# Large softbox? Speed lights?



## Mach0 (Jan 9, 2012)

So I've been looking for a larger soft box. The majority of soft boxes for speed lights don't exceed 36 inches. I can be wrong but I haven't seen any.  I would want something to light the entire body. I planned on using two flashes inside of the box. Would a box for a monolight work? If so, what kind of speed ring will I need. I'm so close to making one but I need it to break down to put away after. I was looking at the fotodiox 36 inch octobox as well but I would want something longer. Thanks!


----------



## MLeeK (Jan 9, 2012)

There are adapters for that...
ACB222SM Photoflex Accessory Hardware for X-Small LiteDome (fits most shoe mount flashes) This is in particular for the westcott small box, but I am seeing how it could be used and adapted.

Here's a great DIY set on flickr: DIY Project: Softbox Speedlight Adapter - a set on Flickr It looks much sturdier and probably a lot cheaper than any bracket/speedring combos I have ever seen. 

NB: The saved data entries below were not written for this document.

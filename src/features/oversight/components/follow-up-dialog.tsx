// Changing a follow-up's status with a note (what was done: patient called back, no action).
import { useState } from "react";
import { Button } from "../../../components/ui/button";
import { Dialog } from "../../../components/ui/dialog";
import { FormMessage } from "../../../components/ui/form-message";
import { FOLLOW_UP_WORDS, useUpdateFollowUp, type FollowUp, type FollowUpStatus } from "../api/oversight";

export function FollowUpDialog({ followUp, onClose }: { followUp: FollowUp | null; onClose: () => void }) {
  return (
    <Dialog open={!!followUp} title={followUp ? `Follow-up on ${followUp.examCode}` : "Follow-up"} onClose={onClose}>
      {followUp ? <FollowUpForm key={followUp.id} followUp={followUp} onClose={onClose} /> : null}
    </Dialog>
  );
}

function FollowUpForm({ followUp, onClose }: { followUp: FollowUp; onClose: () => void }) {
  const update = useUpdateFollowUp();
  const [status, setStatus] = useState<FollowUpStatus>(followUp.status === "open" ? "in_progress" : followUp.status);
  const [note, setNote] = useState(followUp.note ?? "");
  return (
    <form
      onSubmit={(e) => {
        e.preventDefault();
        update.mutate({ id: followUp.id, status, note }, { onSuccess: onClose });
      }}
      className="space-y-4"
    >
      <p className="text-sm text-slate-700">{followUp.reason}</p>
      <fieldset>
        <legend className="text-sm font-semibold text-ink-900">Status</legend>
        <div className="mt-1 flex flex-wrap gap-4">
          {(Object.keys(FOLLOW_UP_WORDS) as FollowUpStatus[]).map((s) => (
            <label key={s} className="inline-flex items-center gap-2 text-sm text-ink-900">
              <input type="radio" name="follow-up-status" value={s} checked={status === s} onChange={() => setStatus(s)} className="size-4 accent-sea-600" />
              {FOLLOW_UP_WORDS[s]}
            </label>
          ))}
        </div>
      </fieldset>
      <div>
        <label htmlFor="follow-up-note" className="block text-sm font-semibold text-ink-900">
          Note
        </label>
        <p id="follow-up-note-hint" className="text-sm text-slate-600">
          What was done, for example whether the patient was called back.
        </p>
        <textarea
          id="follow-up-note"
          rows={3}
          maxLength={2000}
          value={note}
          onChange={(e) => setNote(e.target.value)}
          aria-describedby="follow-up-note-hint"
          className="mt-1 block w-full rounded-md border border-slate-400 bg-white px-3 py-2 text-base focus-visible:outline-2 focus-visible:outline-offset-1 focus-visible:outline-sea-600"
        />
      </div>
      <FormMessage message={update.isError ? update.error.message : null} />
      <div className="flex justify-end gap-2">
        <Button variant="secondary" onClick={onClose} disabled={update.isPending}>
          Cancel
        </Button>
        <Button type="submit" busy={update.isPending}>
          Save
        </Button>
      </div>
    </form>
  );
}
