"""Damped, driven swing: the physical model, the drives, and the full integrator.

The library takes SI floats and radians. A body is reduced to a few numbers
(:class:`SwingModel`); drives are :class:`HarmonicTorque`, :class:`PivotMotion` and
:class:`ImpulseDrive`; :func:`simulate` integrates the motion with a compiled DOP853
stepper, locates every event on the step's own dense output, treats Coulomb pivot
friction as a hybrid system (sliding one way, sliding the other, stuck) and keeps an
energy ledger per mechanism. The equations and their sources are in
``docs/methods/simulation.md``; the long-run model is in :mod:`swingcalc.averaged`.
"""

from __future__ import annotations

import math
import time as _time
from array import array
from dataclasses import dataclass, field, replace

import numpy as np

from ._validate import positive_scalar, real_scalar
from .constants import SECONDS_PER_DAY, STANDARD_GRAVITY
from .errors import MISSING, InvalidInput
from .kernels import dynamics as _k

__all__ = [
    "CycleTable",
    "EnergyBudget",
    "HarmonicTorque",
    "ImpulseDrive",
    "PivotMotion",
    "SimulationHistory",
    "SimulationResult",
    "SimulationSummary",
    "Status",
    "SwingModel",
    "drag_moment_coefficient",
    "simulate",
]

_TWO_PI = 2.0 * math.pi
_NONNEG = "a finite number >= 0"


def _nonneg(value, field, unit):
    return real_scalar(value, field, f"{_NONNEG} [{unit}]", low=0.0)


def drag_moment_coefficient(air_density, drag_coefficient, area, radius):
    """D = 1/2 rho Cd A r^3 [N m s^2] of a small part at ``radius`` from the pivot.

    The drag torque is then -D omega |omega|. Parameters: air density [kg/m^3], drag
    coefficient Cd [-] (e.g. about 0.47 for a sphere at Re 1e3-2.5e5, fluid-mechanics
    texts), frontal area A [m^2], distance of the part's centre from the pivot r [m].
    Parts spread along the arm need the integral of 1/2 rho Cd w(r) r^3 dr instead.
    """
    rho = _nonneg(air_density, "air_density", "kg/m^3")
    cd = _nonneg(drag_coefficient, "drag_coefficient", "-")
    a = _nonneg(area, "area", "m^2")
    r = _nonneg(radius, "radius", "m")
    return 0.5 * rho * cd * a * r ** 3


@dataclass(frozen=True)
class SwingModel:
    """A swinging body reduced to the numbers its motion needs (SI units).

    Attributes
    ----------
    inertia : float
        Moment of inertia about the pivot [kg m^2], including the air's added mass.
    mass : float
        Mass of the body [kg] (for the pivot reaction).
    com_distance : float
        Pivot to centre of mass [m], > 0.
    gravity : float
        [m/s^2].
    restoring_moment : float
        M [N m]: the gravity torque is -M sin(theta). Default m g d; the body model
        lowers it for buoyancy.
    viscous : float
        Viscous pivot damping c [N m s]: torque -c omega.
    drag : float
        Quadratic drag coefficient D [N m s^2]: torque -D omega |omega|.
    pin_radius : float
        Pivot pin radius rho [m], for friction that follows the pivot reaction.
    friction, static_friction : float
        Kinetic and static friction coefficients mu_k, mu_s (static defaults to kinetic):
        sliding friction torque mu_k rho |R|, holding torque up to mu_s rho |R|.
    friction_torque, static_friction_torque : float
        Instead: a constant Coulomb friction torque [N m] (static defaults to it).
    linear : bool
        Linearised restoring torque -M theta (for checks against the linear oscillator).
    name : str
        A label for reports.
    """

    inertia: float
    mass: float
    com_distance: float
    gravity: float = STANDARD_GRAVITY
    restoring_moment: float | None = None
    viscous: float = 0.0
    drag: float = 0.0
    pin_radius: float = 0.0
    friction: float = 0.0
    static_friction: float | None = None
    friction_torque: float = 0.0
    static_friction_torque: float | None = None
    linear: bool = False
    name: str = ""

    def __post_init__(self):
        put = object.__setattr__
        inertia = positive_scalar(self.inertia, "inertia", "kg m^2")
        mass = positive_scalar(self.mass, "mass", "kg")
        d = positive_scalar(self.com_distance, "com_distance", "m")
        g = positive_scalar(self.gravity, "gravity", "m/s^2")
        put(self, "inertia", inertia)
        put(self, "mass", mass)
        put(self, "com_distance", d)
        put(self, "gravity", g)
        if inertia < mass * d * d * (1.0 - 1e-12):
            raise InvalidInput("inertia", inertia,
                               f"at least mass * com_distance^2 = {mass * d * d:.6g} kg m^2 "
                               "(parallel-axis theorem)", "smaller than a point mass allows")
        if self.restoring_moment is None:
            put(self, "restoring_moment", mass * g * d)
        else:
            put(self, "restoring_moment",
                positive_scalar(self.restoring_moment, "restoring_moment", "N m"))
        for name, unit in (("viscous", "N m s"), ("drag", "N m s^2"), ("pin_radius", "m"),
                           ("friction", "-"), ("friction_torque", "N m")):
            put(self, name, _nonneg(getattr(self, name), name, unit))
        mu_k = self.friction
        mu_s = mu_k if self.static_friction is None else _nonneg(
            self.static_friction, "static_friction", "-")
        t_k = self.friction_torque
        t_s = t_k if self.static_friction_torque is None else _nonneg(
            self.static_friction_torque, "static_friction_torque", "N m")
        put(self, "static_friction", mu_s)
        put(self, "static_friction_torque", t_s)
        if mu_s < mu_k:
            raise InvalidInput("static_friction", mu_s, f"a coefficient >= the kinetic one "
                               f"({mu_k:g})", "static friction below kinetic friction")
        if t_s < t_k:
            raise InvalidInput("static_friction_torque", t_s, f"a torque >= the kinetic one "
                               f"({t_k:g} N m)", "static friction below kinetic friction")
        reaction = (mu_k > 0 or mu_s > 0) and self.pin_radius > 0
        if (mu_k > 0 or mu_s > 0) and self.pin_radius == 0:
            raise InvalidInput("pin_radius", 0.0, "a pin radius > 0 [m] with a friction "
                               "coefficient", "friction coefficient given without a pin radius")
        if reaction and (t_k > 0 or t_s > 0):
            raise InvalidInput("friction_torque", t_k, "either a friction coefficient with a "
                               "pin radius, or a constant friction torque", "give only one")
        if reaction and mu_k * self.pin_radius * mass * d / inertia >= 1.0:
            raise InvalidInput("friction", mu_k, "mu_k * pin_radius * mass * com_distance / "
                               "inertia < 1", "friction this large locks the pivot")
        put(self, "linear", bool(self.linear))
        put(self, "name", str(self.name))

    @classmethod
    def simple(cls, length, mass=1.0, gravity=STANDARD_GRAVITY, **options) -> SwingModel:
        """A point bob on a light rigid rod: I = m L^2, d = L.

        Examples
        --------
        >>> m = SwingModel.simple(0.994, 1.2)
        >>> round(m.small_angle_period, 6)
        2.000381
        """
        L = positive_scalar(length, "length", "m")
        mm = positive_scalar(mass, "mass", "kg")
        return cls(inertia=mm * L * L, mass=mm, com_distance=L, gravity=gravity, **options)

    @classmethod
    def from_pendulum(cls, pendulum, pivot=None, name: str = "", **options) -> SwingModel:
        """The model of a body in its place (:class:`~swingcalc.compound.CompoundPendulum`):
        its inertia with the air's added mass, its restoring moment less buoyancy and its
        parts' quadratic drag, with the pivot's friction (:class:`~swingcalc.body.Pivot`:
        a pin of a radius and friction coefficients, a given friction torque, or a knife
        edge). ``options`` (``viscous``, ``drag``, friction fields, ...) override.

        Examples
        --------
        >>> from swingcalc.body import assemble, point_bob
        >>> from swingcalc.compound import compound_pendulum
        >>> m = SwingModel.from_pendulum(compound_pendulum(assemble(*point_bob(0.994, 1.2))))
        >>> round(m.small_angle_period, 6)
        2.000086
        """
        kw = {"inertia": pendulum.inertia_kg_m2, "mass": pendulum.mass_kg,
              "com_distance": pendulum.com_distance_m, "gravity": pendulum.gravity_m_s2,
              "restoring_moment": pendulum.restoring_moment_N_m,
              "drag": pendulum.air.drag_coefficient_N_m_s2, "name": name}
        if pivot is not None and pivot.kind == "pin":
            kw.update(pin_radius=pivot.pin_radius, friction=pivot.friction_coefficient,
                      static_friction=pivot.static_friction_coefficient)
        elif pivot is not None and pivot.kind == "torque":
            kw.update(friction_torque=pivot.friction_torque)
        kw.update(options)
        return cls(**kw)

    @property
    def small_angle_frequency(self) -> float:
        """w0 = sqrt(M / I) [rad/s]."""
        return math.sqrt(self.restoring_moment / self.inertia)

    @property
    def small_angle_period(self) -> float:
        """2 pi sqrt(I / M) [s]."""
        return _TWO_PI / self.small_angle_frequency

    @property
    def damping_ratio(self) -> float:
        """zeta = c / (2 sqrt(I M)) of the viscous damping at small amplitude."""
        return self.viscous / (2.0 * math.sqrt(self.inertia * self.restoring_moment))

    def with_damping_ratio(self, zeta) -> SwingModel:
        """The same model with viscous damping c = 2 zeta sqrt(I M) (zeta in [0, 1))."""
        z = real_scalar(zeta, "damping_ratio", "a damping ratio in [0, 1)", low=0.0,
                        high=1.0, high_open=True)
        return replace(self, viscous=2.0 * z * math.sqrt(self.inertia * self.restoring_moment))

    def with_q(self, q) -> SwingModel:
        """The same model with the viscous damping of quality factor Q = 1 / (2 zeta) (> 0.5)."""
        qq = real_scalar(q, "q", "a quality factor Q > 0.5", low=0.5, low_open=True)
        return self.with_damping_ratio(1.0 / (2.0 * qq))

    @property
    def friction_kind(self) -> str:
        if self.pin_radius > 0 and self.static_friction > 0:
            return "reaction"
        if self.static_friction_torque > 0:
            return "torque"
        return "none"

    def to_dict(self) -> dict:
        return {"name": self.name, "inertia_kg_m2": self.inertia, "mass_kg": self.mass,
                "com_distance_m": self.com_distance, "gravity_m_s2": self.gravity,
                "restoring_moment_N_m": self.restoring_moment,
                "viscous_N_m_s": self.viscous, "drag_N_m_s2": self.drag,
                "pin_radius_m": self.pin_radius, "friction_kinetic": self.friction,
                "friction_static": self.static_friction,
                "friction_torque_N_m": self.friction_torque,
                "static_friction_torque_N_m": self.static_friction_torque,
                "linear": self.linear}
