def test_thin_walled_tube_limit():
    """Thin-walled tube: r^2/2 + L^2/12 about a transverse axis (thin-walled hollow cylinder
    M R^2 about its axis, Young & Freedman Table 9.2, with the perpendicular-axis split R^2/2
    for a diameter, plus the rod term [mem: standard]); volume 0, no NaN."""
    r = D / 2
    thin = ki.tube(L, D, D)
    assert thin.volume == 0.0
    assert thin.gyration_sq == pytest.approx(r * r / 2 + L * L / 12, rel=HB)


def test_thin_shell_limit_is_continuous():
    """sphere(D, D (1 - d)) -> 2 r^2 / 3 as d -> 0; the error is O(d) (the mean of r^2
    over a wall of relative thickness d), so allow 2 d."""
    r = D / 2
    for d in (1e-3, 1e-6, 1e-9, 1e-13):
        got = ki.sphere(D, D * (1 - d)).gyration_sq
        assert got == pytest.approx(2 * r * r / 3, rel=2 * d + HB), d
        assert math.isfinite(got)


def test_thin_lens_limit_by_quadrature_of_a_parabolic_lamina():
    """As t -> 0 the lens is a lamina of areal density proportional to its thickness,
    2 (sqrt(R^2 - rho^2) - (R - h)) -> (a^2 - rho^2) / R (the paraboloid). Its mean rho^2
    (by quad, independent of the kernel) is the gyration about the axis ("pivot"); about a
    diameter it is half that (perpendicular-axis theorem for a lamina, Young & Freedman,
    from memory [mem]). At t = 0 exactly: volume 0, finite gyration, no NaN. The lens
    differs from the lamina by O((t/D)^2): allow 2 (t/D)^2 relative."""
    a = 0.1
    num = integrate.quad(lambda r: r**3 * (a * a - r * r), 0, a, **QUAD)[0]
    den = integrate.quad(lambda r: r * (a * a - r * r), 0, a, **QUAD)[0]
    axis_limit = num / den
    for t in (0.0, 1e-12, 1e-6, 1e-3):
        ratio_sq = (t / (2 * a)) ** 2
        face = ki.lens(2 * a, t, axis="pivot")
        edge = ki.lens(2 * a, t, axis="swing")
        assert face.gyration_sq == pytest.approx(axis_limit, rel=2 * ratio_sq + RTOL_QUAD)
        assert edge.gyration_sq == pytest.approx(axis_limit / 2, rel=2 * ratio_sq + RTOL_QUAD)
        for field in (*face, *edge):
            assert math.isfinite(field)
        # Volume of the paraboloid lamina: pi a^2 (t/2) (exact to O((t/D)^2) relative).
        assert face.volume == pytest.approx(math.pi * a * a * t / 2, rel=2 * ratio_sq)
        # Side profile: two parabolic segments, 2 x (2/3)(2a)(t/2) (Archimedes).
        assert face.frontal_area == pytest.approx(4 * a * t / 3, rel=2 * ratio_sq + HB)
    assert ki.lens(2 * a, 0.0).volume == 0.0


@pytest.mark.parametrize("orientation", ["pivot", "swing", "arm"])
def test_lens_of_thickness_equal_to_diameter_is_the_sphere(orientation):
    """t = D: two hemispheres make the sphere (geometry). Every field equals sphere(D)'s,
    to 4 ulp (the two closed forms round in different orders)."""
    for diameter in (0.01, 0.2, 3.0):
        assert tuple(ki.lens(diameter, diameter, axis=orientation)) == pytest.approx(
            tuple(ki.sphere(diameter)), rel=HB)


def test_zero_size_parts_stay_finite():
    """Zero diameter sphere or lens (a point in the limit) gives zeros, not 0/0."""
    for shape in (ki.sphere(0.0), ki.sphere(0.0, 0.0), ki.lens(0.0, 0.0),
                  ki.lens(0.0, 0.0, axis="swing")):
        assert all(math.isfinite(v) for v in shape)
        assert shape.gyration_sq == 0.0 and shape.volume == 0.0


# --- Interface ----------------------------------------------------------------------------

@pytest.mark.parametrize("fn, keyword, allowed", [
    (lambda o: ki.plate(0.1, 0.2, 0.01, normal=o), "normal", ("pivot", "swing", "arm")),
    (lambda o: ki.disc(0.1, 0.01, axis=o), "axis", ("pivot", "swing", "arm")),
    (lambda o: ki.cylinder(0.1, 0.3, axis=o), "axis", ("arm", "swing", "pivot")),
    (lambda o: ki.lens(0.1, 0.03, axis=o), "axis", ("pivot", "swing", "arm")),
])
def test_unknown_orientation_raises_value_error_listing_allowed(fn, keyword, allowed):
    """Anything but the listed strings (including other case, or the axis letters) is a
    ValueError whose message names the keyword, every allowed value and the bad one."""
    for bad in ("Pivot", "z", "up", ""):
        with pytest.raises(ValueError) as err:
            fn(bad)
        message = str(err.value)
        assert keyword in message and repr(bad) in message
        for word in allowed:
            assert f"'{word}'" in message
    for good in allowed:
        fn(good)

I know there are other products out there, but I haven't a clue where to look at this point. I am sure one of the guys will know.


----------



## Village Idiot (Jan 9, 2012)

Mach0 said:


> So I've been looking for a larger soft box. The majority of soft boxes for speed lights don't exceed 36 inches. I can be wrong but I haven't seen any.  I would want something to light the entire body. I planned on using two flashes inside of the box. Would a box for a monolight work? If so, what kind of speed ring will I need. I'm so close to making one but I need it to break down to put away after. I was looking at the fotodiox 36 inch octobox as well but I would want something longer. Thanks!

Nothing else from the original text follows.